• [Problem]
Tally every line in the data that has the word "inside" and report only the total.
==== Record excerpts
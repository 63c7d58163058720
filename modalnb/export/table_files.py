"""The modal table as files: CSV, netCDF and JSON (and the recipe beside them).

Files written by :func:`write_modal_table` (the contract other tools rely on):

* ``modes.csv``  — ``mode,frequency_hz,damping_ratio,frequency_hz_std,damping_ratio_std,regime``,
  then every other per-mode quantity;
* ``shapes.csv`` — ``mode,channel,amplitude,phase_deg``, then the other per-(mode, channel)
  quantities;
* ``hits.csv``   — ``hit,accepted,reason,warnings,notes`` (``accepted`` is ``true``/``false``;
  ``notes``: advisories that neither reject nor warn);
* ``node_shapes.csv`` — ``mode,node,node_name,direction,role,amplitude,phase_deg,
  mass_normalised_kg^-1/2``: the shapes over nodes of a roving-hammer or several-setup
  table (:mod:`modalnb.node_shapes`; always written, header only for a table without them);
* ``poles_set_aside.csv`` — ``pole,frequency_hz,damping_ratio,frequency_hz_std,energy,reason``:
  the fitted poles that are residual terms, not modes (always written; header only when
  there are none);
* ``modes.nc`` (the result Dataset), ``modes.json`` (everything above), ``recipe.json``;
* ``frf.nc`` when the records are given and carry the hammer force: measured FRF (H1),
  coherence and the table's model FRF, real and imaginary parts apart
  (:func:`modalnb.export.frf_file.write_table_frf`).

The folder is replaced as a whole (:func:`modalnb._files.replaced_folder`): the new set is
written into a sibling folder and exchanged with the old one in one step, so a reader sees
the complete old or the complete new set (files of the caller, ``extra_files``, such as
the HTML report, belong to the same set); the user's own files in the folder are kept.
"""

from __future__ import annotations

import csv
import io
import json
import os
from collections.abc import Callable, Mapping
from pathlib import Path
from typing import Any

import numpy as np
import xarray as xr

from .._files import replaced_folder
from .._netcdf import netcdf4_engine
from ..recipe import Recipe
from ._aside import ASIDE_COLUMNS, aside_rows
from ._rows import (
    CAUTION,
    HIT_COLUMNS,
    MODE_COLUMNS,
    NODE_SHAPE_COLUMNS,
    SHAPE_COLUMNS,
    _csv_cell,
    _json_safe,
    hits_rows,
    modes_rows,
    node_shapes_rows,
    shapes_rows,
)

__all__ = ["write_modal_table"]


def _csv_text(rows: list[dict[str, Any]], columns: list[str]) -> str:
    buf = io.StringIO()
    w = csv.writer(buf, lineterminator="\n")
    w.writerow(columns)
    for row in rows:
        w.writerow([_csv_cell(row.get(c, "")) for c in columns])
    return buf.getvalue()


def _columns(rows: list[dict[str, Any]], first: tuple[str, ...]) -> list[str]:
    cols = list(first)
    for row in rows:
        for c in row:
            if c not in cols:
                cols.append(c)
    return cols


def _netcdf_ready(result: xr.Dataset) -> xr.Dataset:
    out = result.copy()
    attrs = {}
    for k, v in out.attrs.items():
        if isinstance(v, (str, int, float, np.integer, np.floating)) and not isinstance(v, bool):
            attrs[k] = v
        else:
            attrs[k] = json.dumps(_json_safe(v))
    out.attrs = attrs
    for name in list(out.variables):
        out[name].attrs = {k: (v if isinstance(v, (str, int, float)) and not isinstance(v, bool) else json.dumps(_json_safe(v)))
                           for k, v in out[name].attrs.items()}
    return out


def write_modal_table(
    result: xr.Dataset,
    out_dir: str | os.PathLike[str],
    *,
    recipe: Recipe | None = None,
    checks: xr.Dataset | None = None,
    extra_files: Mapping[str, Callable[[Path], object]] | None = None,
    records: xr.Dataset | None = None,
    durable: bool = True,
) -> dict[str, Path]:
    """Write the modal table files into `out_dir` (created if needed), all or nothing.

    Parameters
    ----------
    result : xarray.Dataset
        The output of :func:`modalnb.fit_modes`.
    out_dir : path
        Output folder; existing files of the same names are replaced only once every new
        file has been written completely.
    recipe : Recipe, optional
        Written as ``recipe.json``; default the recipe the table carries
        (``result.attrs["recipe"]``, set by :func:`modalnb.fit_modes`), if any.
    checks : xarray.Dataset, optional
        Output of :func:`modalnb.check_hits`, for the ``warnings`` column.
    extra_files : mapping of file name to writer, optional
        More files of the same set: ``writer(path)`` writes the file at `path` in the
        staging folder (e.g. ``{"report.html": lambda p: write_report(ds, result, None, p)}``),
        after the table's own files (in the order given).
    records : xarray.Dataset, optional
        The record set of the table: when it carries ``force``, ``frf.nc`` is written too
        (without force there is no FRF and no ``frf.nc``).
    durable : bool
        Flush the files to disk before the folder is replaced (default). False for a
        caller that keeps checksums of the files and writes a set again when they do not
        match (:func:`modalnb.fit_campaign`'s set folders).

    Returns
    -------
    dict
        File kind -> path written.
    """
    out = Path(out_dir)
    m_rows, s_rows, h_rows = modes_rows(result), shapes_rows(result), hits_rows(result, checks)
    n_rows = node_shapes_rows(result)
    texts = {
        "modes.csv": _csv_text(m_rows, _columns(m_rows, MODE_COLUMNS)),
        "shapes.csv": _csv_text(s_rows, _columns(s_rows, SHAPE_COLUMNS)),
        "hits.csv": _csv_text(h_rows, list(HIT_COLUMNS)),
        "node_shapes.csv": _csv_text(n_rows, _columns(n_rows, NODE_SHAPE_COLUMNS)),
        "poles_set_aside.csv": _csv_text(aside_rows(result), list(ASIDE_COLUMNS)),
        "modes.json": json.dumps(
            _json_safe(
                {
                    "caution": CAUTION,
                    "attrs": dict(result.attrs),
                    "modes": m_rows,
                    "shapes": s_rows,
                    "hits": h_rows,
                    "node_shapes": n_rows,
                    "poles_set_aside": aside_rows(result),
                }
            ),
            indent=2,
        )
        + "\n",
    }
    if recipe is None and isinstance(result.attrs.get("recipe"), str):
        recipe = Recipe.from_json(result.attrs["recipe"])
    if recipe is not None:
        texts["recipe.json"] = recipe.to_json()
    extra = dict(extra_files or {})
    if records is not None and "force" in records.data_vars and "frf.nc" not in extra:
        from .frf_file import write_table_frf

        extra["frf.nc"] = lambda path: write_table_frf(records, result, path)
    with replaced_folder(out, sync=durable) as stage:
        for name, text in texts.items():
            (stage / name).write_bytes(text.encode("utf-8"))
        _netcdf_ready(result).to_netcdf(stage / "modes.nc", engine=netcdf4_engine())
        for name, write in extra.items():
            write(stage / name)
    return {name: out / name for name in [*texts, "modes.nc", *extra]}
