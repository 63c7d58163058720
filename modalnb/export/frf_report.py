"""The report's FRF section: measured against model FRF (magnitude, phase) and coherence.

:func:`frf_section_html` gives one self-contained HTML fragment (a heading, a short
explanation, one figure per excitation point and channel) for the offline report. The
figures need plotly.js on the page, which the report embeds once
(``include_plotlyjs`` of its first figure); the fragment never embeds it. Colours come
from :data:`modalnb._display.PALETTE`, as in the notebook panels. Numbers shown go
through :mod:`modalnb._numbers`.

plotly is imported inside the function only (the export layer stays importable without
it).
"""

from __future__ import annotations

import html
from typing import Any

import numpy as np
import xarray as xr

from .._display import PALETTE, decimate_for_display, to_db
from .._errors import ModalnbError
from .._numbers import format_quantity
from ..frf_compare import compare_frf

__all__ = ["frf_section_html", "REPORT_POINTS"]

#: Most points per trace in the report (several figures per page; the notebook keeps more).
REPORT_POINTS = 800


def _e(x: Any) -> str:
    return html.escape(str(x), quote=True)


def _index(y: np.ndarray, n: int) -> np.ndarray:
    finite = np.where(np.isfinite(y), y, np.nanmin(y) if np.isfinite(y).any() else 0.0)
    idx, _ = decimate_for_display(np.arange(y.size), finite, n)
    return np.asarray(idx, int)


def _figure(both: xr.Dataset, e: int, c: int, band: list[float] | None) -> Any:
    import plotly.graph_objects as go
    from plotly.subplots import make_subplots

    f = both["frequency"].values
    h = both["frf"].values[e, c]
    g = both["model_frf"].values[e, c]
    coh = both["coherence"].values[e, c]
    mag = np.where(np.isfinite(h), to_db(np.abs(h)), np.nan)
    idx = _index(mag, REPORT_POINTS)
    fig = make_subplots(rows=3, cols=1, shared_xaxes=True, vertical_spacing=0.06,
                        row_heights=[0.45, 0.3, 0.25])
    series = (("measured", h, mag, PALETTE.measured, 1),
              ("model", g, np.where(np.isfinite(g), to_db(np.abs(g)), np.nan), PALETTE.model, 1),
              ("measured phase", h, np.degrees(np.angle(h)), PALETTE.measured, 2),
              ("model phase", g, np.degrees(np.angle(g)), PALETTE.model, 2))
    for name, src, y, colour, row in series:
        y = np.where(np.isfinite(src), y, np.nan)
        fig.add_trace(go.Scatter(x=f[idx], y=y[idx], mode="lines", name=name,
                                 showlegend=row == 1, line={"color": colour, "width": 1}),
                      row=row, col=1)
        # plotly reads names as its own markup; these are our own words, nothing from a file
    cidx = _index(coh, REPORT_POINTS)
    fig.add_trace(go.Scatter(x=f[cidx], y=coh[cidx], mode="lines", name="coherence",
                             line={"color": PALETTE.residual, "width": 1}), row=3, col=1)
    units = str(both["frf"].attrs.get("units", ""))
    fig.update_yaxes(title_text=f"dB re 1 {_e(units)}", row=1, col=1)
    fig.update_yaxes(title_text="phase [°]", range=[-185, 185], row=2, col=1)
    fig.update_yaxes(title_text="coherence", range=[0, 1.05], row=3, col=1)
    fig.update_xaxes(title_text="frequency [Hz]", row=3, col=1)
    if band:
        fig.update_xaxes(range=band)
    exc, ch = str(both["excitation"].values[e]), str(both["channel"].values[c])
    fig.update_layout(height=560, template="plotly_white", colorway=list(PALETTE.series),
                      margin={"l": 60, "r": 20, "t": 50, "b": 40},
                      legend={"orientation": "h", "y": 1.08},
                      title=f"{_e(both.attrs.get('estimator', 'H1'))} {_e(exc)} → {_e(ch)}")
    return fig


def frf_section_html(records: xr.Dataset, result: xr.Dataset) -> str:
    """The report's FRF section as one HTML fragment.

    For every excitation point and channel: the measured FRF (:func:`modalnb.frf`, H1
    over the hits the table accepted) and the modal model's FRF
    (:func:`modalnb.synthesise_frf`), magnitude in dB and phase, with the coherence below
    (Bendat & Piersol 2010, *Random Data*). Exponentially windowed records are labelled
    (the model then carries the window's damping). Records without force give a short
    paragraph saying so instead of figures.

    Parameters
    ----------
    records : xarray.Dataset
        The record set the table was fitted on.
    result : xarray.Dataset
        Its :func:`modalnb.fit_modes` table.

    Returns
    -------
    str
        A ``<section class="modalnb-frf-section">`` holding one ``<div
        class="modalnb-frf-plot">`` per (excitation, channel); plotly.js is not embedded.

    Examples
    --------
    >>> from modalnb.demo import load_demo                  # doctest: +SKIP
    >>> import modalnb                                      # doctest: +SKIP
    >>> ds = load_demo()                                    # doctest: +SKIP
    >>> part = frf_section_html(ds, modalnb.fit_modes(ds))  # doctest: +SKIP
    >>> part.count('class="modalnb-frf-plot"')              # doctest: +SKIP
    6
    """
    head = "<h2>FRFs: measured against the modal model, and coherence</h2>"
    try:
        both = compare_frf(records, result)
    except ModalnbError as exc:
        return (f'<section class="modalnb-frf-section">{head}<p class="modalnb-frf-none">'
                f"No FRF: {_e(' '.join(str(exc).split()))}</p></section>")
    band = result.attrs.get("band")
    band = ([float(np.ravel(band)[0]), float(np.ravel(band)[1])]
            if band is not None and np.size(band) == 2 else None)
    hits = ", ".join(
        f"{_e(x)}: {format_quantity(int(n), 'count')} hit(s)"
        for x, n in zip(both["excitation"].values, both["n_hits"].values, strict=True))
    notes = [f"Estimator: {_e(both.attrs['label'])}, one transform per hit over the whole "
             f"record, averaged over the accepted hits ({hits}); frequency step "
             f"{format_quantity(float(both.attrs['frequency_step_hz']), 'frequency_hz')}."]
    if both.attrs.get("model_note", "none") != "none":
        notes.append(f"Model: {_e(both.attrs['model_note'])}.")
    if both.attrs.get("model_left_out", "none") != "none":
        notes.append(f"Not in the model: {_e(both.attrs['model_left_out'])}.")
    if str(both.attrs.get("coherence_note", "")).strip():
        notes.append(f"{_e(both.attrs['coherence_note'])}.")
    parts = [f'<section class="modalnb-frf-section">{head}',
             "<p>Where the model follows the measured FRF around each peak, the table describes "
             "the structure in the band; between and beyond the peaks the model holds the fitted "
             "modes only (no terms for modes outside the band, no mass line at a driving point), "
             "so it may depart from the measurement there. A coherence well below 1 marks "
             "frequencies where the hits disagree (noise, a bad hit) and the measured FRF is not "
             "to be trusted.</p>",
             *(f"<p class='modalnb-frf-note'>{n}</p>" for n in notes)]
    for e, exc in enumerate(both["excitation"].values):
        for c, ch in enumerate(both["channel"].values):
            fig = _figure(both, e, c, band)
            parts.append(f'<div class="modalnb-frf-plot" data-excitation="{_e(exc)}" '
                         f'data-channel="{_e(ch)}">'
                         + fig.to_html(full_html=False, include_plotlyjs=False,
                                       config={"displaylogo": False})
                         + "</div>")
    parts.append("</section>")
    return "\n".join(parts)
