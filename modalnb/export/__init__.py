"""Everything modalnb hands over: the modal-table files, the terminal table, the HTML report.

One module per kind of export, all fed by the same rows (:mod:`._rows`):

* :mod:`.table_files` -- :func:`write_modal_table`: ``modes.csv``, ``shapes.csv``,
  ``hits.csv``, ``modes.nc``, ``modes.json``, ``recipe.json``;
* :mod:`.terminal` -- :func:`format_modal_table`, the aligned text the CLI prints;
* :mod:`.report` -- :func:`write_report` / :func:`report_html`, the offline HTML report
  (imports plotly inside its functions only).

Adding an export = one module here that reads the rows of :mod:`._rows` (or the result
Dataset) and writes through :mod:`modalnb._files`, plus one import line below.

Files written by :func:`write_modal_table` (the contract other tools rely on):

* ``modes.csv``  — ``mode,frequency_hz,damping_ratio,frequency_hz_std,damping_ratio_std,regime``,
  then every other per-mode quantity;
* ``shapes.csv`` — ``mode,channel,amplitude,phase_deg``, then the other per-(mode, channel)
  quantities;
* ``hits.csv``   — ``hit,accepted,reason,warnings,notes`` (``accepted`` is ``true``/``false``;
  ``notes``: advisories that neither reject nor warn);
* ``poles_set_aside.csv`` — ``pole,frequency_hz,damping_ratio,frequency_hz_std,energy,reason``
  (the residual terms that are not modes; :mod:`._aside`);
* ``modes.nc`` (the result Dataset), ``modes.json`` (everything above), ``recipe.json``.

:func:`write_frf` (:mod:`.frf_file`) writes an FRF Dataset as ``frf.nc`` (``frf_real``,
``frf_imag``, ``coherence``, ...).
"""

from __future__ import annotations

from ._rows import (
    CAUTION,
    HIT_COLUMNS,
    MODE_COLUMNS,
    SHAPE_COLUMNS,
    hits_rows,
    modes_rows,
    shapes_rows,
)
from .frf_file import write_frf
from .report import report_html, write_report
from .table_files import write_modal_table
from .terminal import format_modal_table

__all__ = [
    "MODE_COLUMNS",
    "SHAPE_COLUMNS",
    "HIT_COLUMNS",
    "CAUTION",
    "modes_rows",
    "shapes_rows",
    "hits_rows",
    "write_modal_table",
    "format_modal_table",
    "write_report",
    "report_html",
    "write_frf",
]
========
• [Response to the exercise]
2